Polizeipräsidentin Barbara Slowik beklagte bereits zum Jahreswechsel, dass auch Jugendliche und Kinder immer häufiger Messer dabei hätten und auch einsetzen würden. „Das hat leider zugenommen. Wir betrachten diese Entwicklung sehr genau“, sagte Slowik Ende 2022.
Bundesinnenministerin Nancy Faeser: Messer in Bus und Bahn verbieten

Bundesinnenministerin Nancy Faeser löste mit einem Interview eine Debatte darüber aus, ob in Bussen und Bahnen ein Messerverbot gelten sollte. Die SPD-Politikerin sagte unserer Redaktion: "Wir sollten auch über Messerverbote in öffentlichen Verkehrsmitteln - in Bus und Bahn - nachdenken. Wer mit dem Flugzeug reist, darf ja auch kein Messer mitnehmen." Von der Deutschen Bahn kam Unterstützung für den Vorschlag. Die Gewerkschaft der Polizei (GdP) hält ein solches Verbot dagegen für kaum kontrollierbar.
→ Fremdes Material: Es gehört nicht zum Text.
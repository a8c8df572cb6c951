#!/usr/bin/python3
"""Normal-approximation sample sizes recomputed independently with SciPy.

Writes ../power_normal.tsv: columns kind, p1, p2, alpha, power, alternative,
ratio, variance, correction, margin, unrounded n1. Kinds: one (one-sample,
p1 = p0, p2 = true p), two (Fleiss pooled / unpooled, Casagrande-Pike-Smith
correction after Fleiss, Tytun, Ury 1980), ni (non-inferiority, unpooled),
eq (equivalence TOST, unpooled, solved with brentq), paired (Connor 1987,
p1 = p10, p2 = p01).

Run: /usr/bin/python3 testdata/gen/power_normal.py   (from the repo root)
"""
import datetime, math, os
import scipy
from scipy.optimize import brentq
from scipy.stats import norm


def za(alpha, alt):
    return norm.ppf(1 - alpha / 2) if alt == "two-sided" else norm.ppf(1 - alpha)


def one(p0, p1, alpha, pw, alt):
    s = za(alpha, alt) * math.sqrt(p0 * (1 - p0)) + norm.ppf(pw) * math.sqrt(p1 * (1 - p1))
    return s * s / (p1 - p0) ** 2


def two(p1, p2, alpha, pw, alt, r, var, cc):
    d = abs(p1 - p2)
    v = p1 * (1 - p1) + p2 * (1 - p2) / r
    if var == "pooled":
        pb = (p1 + r * p2) / (1 + r)
        s = za(alpha, alt) * math.sqrt((1 + 1 / r) * pb * (1 - pb)) + norm.ppf(pw) * math.sqrt(v)
    else:
        s = (za(alpha, alt) + norm.ppf(pw)) * math.sqrt(v)
    n = s * s / d ** 2
    if cc == "cps":
        n = n / 4 * (1 + math.sqrt(1 + 2 * (r + 1) / (r * n * d))) ** 2
    return n


def ni(p1, p2, alpha, pw, r, m):
    v = p1 * (1 - p1) + p2 * (1 - p2) / r
    return (norm.ppf(1 - alpha) + norm.ppf(pw)) ** 2 * v / (p1 - p2 + m) ** 2


def eq(p1, p2, alpha, pw, r, m):
    v = p1 * (1 - p1) + p2 * (1 - p2) / r
    d = p1 - p2
    z = norm.ppf(1 - alpha)

    def f(n):
        se = math.sqrt(v / n)
        return max(0.0, norm.cdf((m - d) / se - z) + norm.cdf((m + d) / se - z) - 1) - pw
    return brentq(f, 1e-6, 1e9, xtol=1e-12, rtol=1e-14)


def paired(p10, p01, alpha, pw, alt):
    psi, delta = p10 + p01, p10 - p01
    s = za(alpha, alt) * math.sqrt(psi) + norm.ppf(pw) * math.sqrt(psi - delta ** 2)
    return s * s / delta ** 2


ROWS = [
    ("one", 0.5, 0.7, 0.05, 0.8, "two-sided", 1, "-", "-", 0),
    ("one", 0.1, 0.05, 0.01, 0.9, "less", 1, "-", "-", 0),
    ("two", 0.05, 0.10, 0.05, 0.8, "two-sided", 1, "pooled", "cps", 0),
    ("two", 0.05, 0.10, 0.05, 0.8, "two-sided", 1, "pooled", "none", 0),
    ("two", 0.30, 0.45, 0.05, 0.9, "two-sided", 2, "pooled", "cps", 0),
    ("two", 0.30, 0.45, 0.025, 0.8, "less", 0.5, "unpooled", "none", 0),
    ("ni", 0.85, 0.85, 0.025, 0.8, "-", 1, "-", "-", 0.10),
    ("ni", 0.80, 0.85, 0.05, 0.9, "-", 2, "-", "-", 0.10),
    ("eq", 0.60, 0.60, 0.05, 0.8, "-", 1, "-", "-", 0.15),
    ("eq", 0.62, 0.60, 0.05, 0.9, "-", 1.5, "-", "-", 0.10),
    ("paired", 0.20, 0.08, 0.05, 0.8, "two-sided", 1, "-", "-", 0),
    ("paired", 0.05, 0.15, 0.01, 0.9, "less", 1, "-", "-", 0),
]


def main():
    here = os.path.dirname(os.path.abspath(__file__))
    out = []
    for kind, p1, p2, a, pw, alt, r, var, cc, m in ROWS:
        if kind == "one":
            n = one(p1, p2, a, pw, alt)
        elif kind == "two":
            n = two(p1, p2, a, pw, alt, r, var, cc)
        elif kind == "ni":
            n = ni(p1, p2, a, pw, r, m)
        elif kind == "eq":
            n = eq(p1, p2, a, pw, r, m)
        else:
            n = paired(p1, p2, a, pw, alt)
        out.append(f"{kind}\t{p1}\t{p2}\t{a}\t{pw}\t{alt}\t{r}\t{var}\t{cc}\t{m}\t{n:.15g}")
    with open(os.path.join(here, "..", "power_normal.tsv"), "w") as fh:
        fh.write("# Normal-approximation sample sizes (unrounded n1), recomputed with SciPy.\n")
        fh.write("# Generator: /usr/bin/python3 testdata/gen/power_normal.py\n")
        fh.write(f"# Tool: SciPy {scipy.__version__}; date {datetime.date.today()}\n")
        fh.write("# columns: kind\tp1\tp2\talpha\tpower\talternative\tratio\tvariance\tcorrection\tmargin\tn1\n")
        fh.write("\n".join(out) + "\n")


if __name__ == "__main__":
    main()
"Wir würden ein landesbehördliches Messerverbot in Zügen und an Bahnhöfen begrüßen. Das kann das Risiko von Straftaten minimieren", sagte Hans-Hilmar Rischke, Sicherheitschef der Deutschen Bahn, auf die Aussagen der Ministerin. In Bahnen kam es in den vergangenen Jahren einige Male zu Messerangriffen mit Verletzten und auch Toten.
Die Berliner GdP sieht Probleme bei der Umsetzung: Für flächendeckende und dauerhafte Kontrollen sehe sie keine Kapazität, so Sprecher Benjamin Jendro. Die Forderung ergebe Sinn, lasse sich jedoch bereits in den Beförderungsbedingungen der Deutschen Bahn und anderen Verkehrsunternehmen umsetzen. "Wichtig ist, dass ein solches Verbot dann auch umgesetzt werden kann, wofür sehr personalintensive Kontrollen nötig sind", so der Sprecher.